The listing below holds a line with "server saw only" and a line with "known.test(e))), [], 'errors');". Reproduce those two lines exactly, plus everything between them.
• • • •
function EvidenceForms({
	spectra,
	hasReference,
	actionResult,
}: {
	spectra: WorkspaceData['spectra']
	hasReference: boolean
	actionResult: ActionResult
}) {
	const navigation = useNavigation()
	const busy =
		navigation.state === 'submitting' && ['compare', 'specificity'].includes(String(navigation.formData?.get('intent')))
	if (!hasReference)
		return (
			<p className="text-ink-soft mb-3 text-sm">
				Choose a reference spectrum and save the draft; then compare spectra with it and check its specificity here.
			</p>
		)
	return (
		<div className="bg-sheet border-rule mb-4 grid gap-4 rounded-lg border p-4 md:grid-cols-2">
			<Form method="post" className="space-y-2">
				<label htmlFor="compare-spectrum" className="block text-sm font-medium">
					Compare a stored spectrum with the reference
				</label>
				<div className="flex gap-2">
					<select id="compare-spectrum" name="sampleSpectrumId" className={inputClass} defaultValue="">
						<option value="" disabled>
							Choose a spectrum…
						</option>
						{spectra.map((spectrum) => (
							<option key={spectrum.id} value={spectrum.id}>
								{spectrum.fileName}
								{spectrum.materialCode ? ` (${spectrum.materialCode})` : ''}
							</option>
						))}
					</select>
					<Button type="submit" name="intent" value="compare" variant="secondary" disabled={busy}>
						Compare
					</Button>
				</div>
			</Form>
			<Form method="post" className="space-y-2">
				<p className="text-sm font-medium">Specificity against the other materials' references</p>
				<Button type="submit" name="intent" value="specificity" variant="secondary" disabled={busy}>
					{busy ? 'Computing…' : 'Check specificity'}
				</Button>
			</Form>
			{actionResult?.result?.error?.[''] ? <FormErrors errors={actionResult.result.error['']} /> : null}
		</div>
	)
}

export function meta({ loaderData }: Route.MetaArgs) {
	return [
		{
			title: loaderData
				? `${loaderData.specification.documentNumber} v${loaderData.version.versionNumber} (${VERSION_STATE_LABELS[loaderData.version.state]}) · Bandproof`
				: 'Specification · Bandproof',
		},
	]
}

export function ErrorBoundary() {
	return <GeneralErrorBoundary />
}
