describe('conflicts and gaps', () => {
  it('rows asking one output for 1 and 0 on the same combination are an error naming both rows', () => {
    const t = onlyTable(
      [
        ['input', 'input', 'input', 'output'],
        ['GuardA', 'GuardB', 'Mode', 'Motor_Permit'],
        [1, '-', '-', 1],
        [0, '-', '-', 0],
        ['-', 0, 1, 0],
      ],
      undefined,
      'B3',
    );
    const [p] = errors(t.problems);
    expect(p!.cell).toBe('E7');
    expect(p!.message).toBe(
      'rows B5:E5 and B7:E7 both cover GuardA=1, GuardB=0, Mode=1 but ask Motor_Permit for 1 and 0; ' +
        '1 combination takes the safe value 0',
    );
    expect(members(t.outputs[0]!.built.fn.on)).toEqual([4, 6, 7]);
  });

  it('combinations no row covers are one warning with their count and patterns, and take the safe value 0', () => {
    const t = onlyTable([ROLES, HEADERS, [1, 1, 1], [0, 0, 0]]);
    const gaps = t.problems.filter((p) => p.severity === 'warning');
    expect(gaps).toHaveLength(1);
    expect(gaps[0]!.cell).toBe('A1:C4');
    expect(gaps[0]!.message).toMatch(/^2 input combinations are covered by no row/);
    expect(gaps[0]!.message).toMatch(/Motor_Permit 0/);
    expect(gaps[0]!.message).toMatch(/over GuardA, GuardB \(- = any\): 01, 10$/);
    expect(members(t.outputs[0]!.built.fn.on)).toEqual([3]);
  });

  it('gaps take the safe value 1 when it is set for the output, by header or identifier', () => {
    const cells = [ROLES, HEADERS, [1, 1, 0], [0, 0, 0]];
    for (const key of ['motor_permit', 'Motor_Permit']) {
      const t = onlyTable(cells, { safeValues: { [key]: 1 } });
      expect(t.outputs[0]!.safe).toBe(1);
      expect(members(t.outputs[0]!.built.fn.on)).toEqual([1, 2]);
    }
  });

  it('a long gap list is cut short with a count of the rest', () => {
    const inputs = 'ABCDEFGHIJ'.split('');
    const t = onlyTable([[...inputs.map(() => 'input'), 'output'], [...inputs, 'Y'], [...inputs.map(() => 1), 1]]);
    const gap = t.problems.find((p) => p.severity === 'warning')!;
    expect(gap.message).toMatch(/^1023 input combinations/);
    expect(gap.message).toMatch(/: (\S+, ){7}\S+ and 2 more$/);
  });
});
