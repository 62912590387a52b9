// Browser tests (`npm run test:browser`): build the pages with webpack (production), serve them
// from a tiny static server on 127.0.0.1, and drive Debian's chromium with playwright-core.
// Needs /usr/bin/chromium (apt-get install chromium); does not skip without it, it fails.
// Expected results are computed here, in Node, by the same engine the page runs in its worker.
import { spawnSync } from 'node:child_process';
import { existsSync, mkdirSync, mkdtempSync, readFileSync, rmSync, statSync, writeFileSync } from 'node:fs';
import { createServer, type Server } from 'node:http';
import { tmpdir } from 'node:os';
import { extname, join, normalize } from 'node:path';
import { chromium, type BrowserContext, type Page } from 'playwright-core';
import XLSX from 'xlsx';
import { parseExpression } from '../../src/logic/expr/parse.js';
import { verifyExpression } from '../../src/impl/verify.js';
import { openFile } from '../../src/hosts/file-host.js';
import { CAUTION_LINES } from '../../src/report/caution.js';
import { checkSheet } from '../../src/report/check-sheet.js';
import type { SheetBlock } from '../../src/report/sheet-block.js';
import { exportSt } from '../../src/report/st-export.js';
import { analyseTable } from '../../src/analysis/analyse.js';
import { readSpecTables } from '../../src/table/read-tables.js';
import type { TableAnalysis } from '../../src/analysis/analysis-types.js';
import { cliOutcome, WORKBOOKS, xlsxBytes, xlsxSheets, type Outcome } from '../workflow/workbooks.js';
import { check, expect, ORIGIN, results, ROOT, same, SHOTS } from './harness.js';
import { compareChecks } from './compare.js';
import { mappingChecks } from './mapping.js';
import { recordChecks, settingsChecks, wideLadderChecks } from './settings-records.js';
import { wideTableChecks } from './wide.js';

const SAMPLE = join(ROOT, 'sample-workbooks/capper-cell.xlsx');
const CHROMIUM = '/usr/bin/chromium';

/**
 * Outside Office, office.js takes the Office 2013 path (o15apptofilemappingtable.js) and after
 * 3 s adds a hidden frame to its telemetry service (ULSEndpointProxy in that file). The page's
 * Content-Security-Policy refuses the frame and its inline style; Chromium logs both refusals.
 * They are the policy working, so they are the only console errors allowed, on the pane only.
 */
const OFFICE_TELEMETRY_REFUSED = [
  /^taskpane console: Framing 'https:\/\/telemetryservice\.firstpartyapps\.oaspapps\.com\/' violates the following Content Security Policy directive/,
  /^taskpane console: Applying inline style violates the following Content Security Policy directive 'style-src 'self''/,
];

function build(out: string): void {
  const r = spawnSync('npm', ['run', 'build'], { cwd: ROOT, env: { ...process.env, IA_OUT_DIR: out }, encoding: 'utf8' });
  if (r.status !== 0) throw new Error(`webpack failed:\n${r.stdout}\n${r.stderr}`);
}

const TYPES: Record<string, string> = {
  '.html': 'text/html; charset=utf-8',
  '.js': 'text/javascript; charset=utf-8',
  '.css': 'text/css; charset=utf-8',
  '.png': 'image/png',
  '.svg': 'image/svg+xml',
  '.xml': 'application/xml',
  '.json': 'application/json',
};

/** Serves `dir` read-only; remembers every path asked for and what it answered. */
function serve(dir: string): Promise<{ server: Server; origin: string; log: { path: string; status: number }[] }> {
  const log: { path: string; status: number }[] = [];
  const server = createServer((req, res) => {
    const path = decodeURIComponent(new URL(req.url ?? '/', 'http://x').pathname);
    const file = normalize(join(dir, path));
    const inside = file.startsWith(dir) && existsSync(file) && statSync(file).isFile();
    const status = inside ? 200 : 404;
    log.push({ path, status });
    if (!inside) {
      res.writeHead(404).end('not found');
      return;
    }
    res.writeHead(200, { 'Content-Type': TYPES[extname(file)] ?? 'application/octet-stream', 'Cache-Control': 'no-store' });
    res.end(readFileSync(file));
  });
  return new Promise((done) =>
    server.listen(0, '127.0.0.1', () => {
      const address = server.address();
      const port = typeof address === 'object' && address ? address.port : 0;
      done({ server, origin: `http://127.0.0.1:${port}`, log });
    }),
  );
}

/** What the engine makes of the sample workbook, in Node (file host + spec reader + analysis). */
async function expected(sheet: string): Promise<TableAnalysis[]> {
  const host = await openFile(SAMPLE);
  if (!host.ok) throw new Error(host.error.message);
  const read = readSpecTables(await host.value.readGrid(sheet));
  return read.tables.map((t) => analyseTable(t));
}

async function main(): Promise<number> {
  if (!existsSync(CHROMIUM)) {
    console.log(`${CHROMIUM} is missing: install Debian's chromium (apt-get install -y chromium).`);
    console.log('0 passed, 1 failed');
    return 1;
  }
  if (!existsSync(SAMPLE)) {
    console.log(`${SAMPLE} is missing: run npm run samples.`);
    console.log('0 passed, 1 failed');
    return 1;
  }
  mkdirSync(SHOTS, { recursive: true });
  const work = mkdtempSync(join(tmpdir(), 'ia-browser-'));
  const dist = join(work, 'dist');
  console.log('building the pages (webpack, production) ...');
  build(dist);
  const { server, origin, log } = await serve(dist);
  const foreign: string[] = [];
  const pageErrors: string[] = [];
  let context: BrowserContext | undefined;
  try {
    context = await chromium.launchPersistentContext(join(work, 'profile'), {
      executablePath: CHROMIUM,
      headless: true,
      acceptDownloads: true,
      viewport: { width: 800, height: 1000 },
      args: ['--headless', '--no-sandbox', '--disable-gpu', '--no-first-run', '--disable-background-networking', '--disable-component-update', '--disable-sync', '--disable-quic'],
    });
    // Every request of the pages and their workers: anything not from our origin is refused and noted.
    await context.route('**/*', (route) => {
      const url = route.request().url();
      if (url.startsWith(`${origin}/`) || url.startsWith('blob:') || url.startsWith('data:')) return route.continue();
      foreign.push(url);
      return route.abort();
    });
    context.on('request', (r) => {
      const url = r.url();
      if (!url.startsWith(`${origin}/`) && !url.startsWith('blob:') && !url.startsWith('data:')) foreign.push(url);
    });
    const page = context.pages()[0] ?? (await context.newPage());
    page.on('pageerror', (e) => pageErrors.push(`standalone: ${e.message}`));
    page.on('console', (m) => {
      if (m.type() === 'error') pageErrors.push(`standalone console: ${m.text()}`);
    });
    await standaloneChecks(page, origin, work);
    ORIGIN.value = origin;
    await workflowChecks(page, work);
    await screenshots(page, 'standalone-not-analysed');
    await settingsChecks(page, work);
    await recordChecks(page, work);
    await wideLadderChecks(page, work);
    await wideTableChecks(page, work);
    await compareChecks(page, work);
    await mappingChecks(page, work);
    await taskpaneChecks(context, origin, pageErrors);
    await check('no request left the page’s own origin', async () => {
      same(foreign, [], 'requests to other origins');
      expect(log.length > 10, `the server saw only ${log.length} requests`);
    });
    await check('no script error or console error on either page, but our policy refusing office.js telemetry', async () => {
      same(pageErrors.filter((e) => !OFFICE_TELEMETRY_REFUSED.some((known) => known.test(e))), [], 'errors');
    });
  } finally {
    await context?.close();
    server.close();
    rmSync(work, { recursive: true, force: true });
  }
  const passed = results.filter((r) => r.ok).length;
  const failed = results.length - passed;
  console.log(`screenshots in ${SHOTS}`);
  console.log(`${passed} passed, ${failed} failed`);
  return failed === 0 ? 0 : 1;
}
• • • •
#### ANSWER TO THE EXERCISE:
      expect(log.length > 10, `the server saw only ${log.length} requests`);
    });
    await check('no script error or console error on either page, but our policy refusing office.js telemetry', async () => {
      same(pageErrors.filter((e) => !OFFICE_TELEMETRY_REFUSED.some((known) => known.test(e))), [], 'errors');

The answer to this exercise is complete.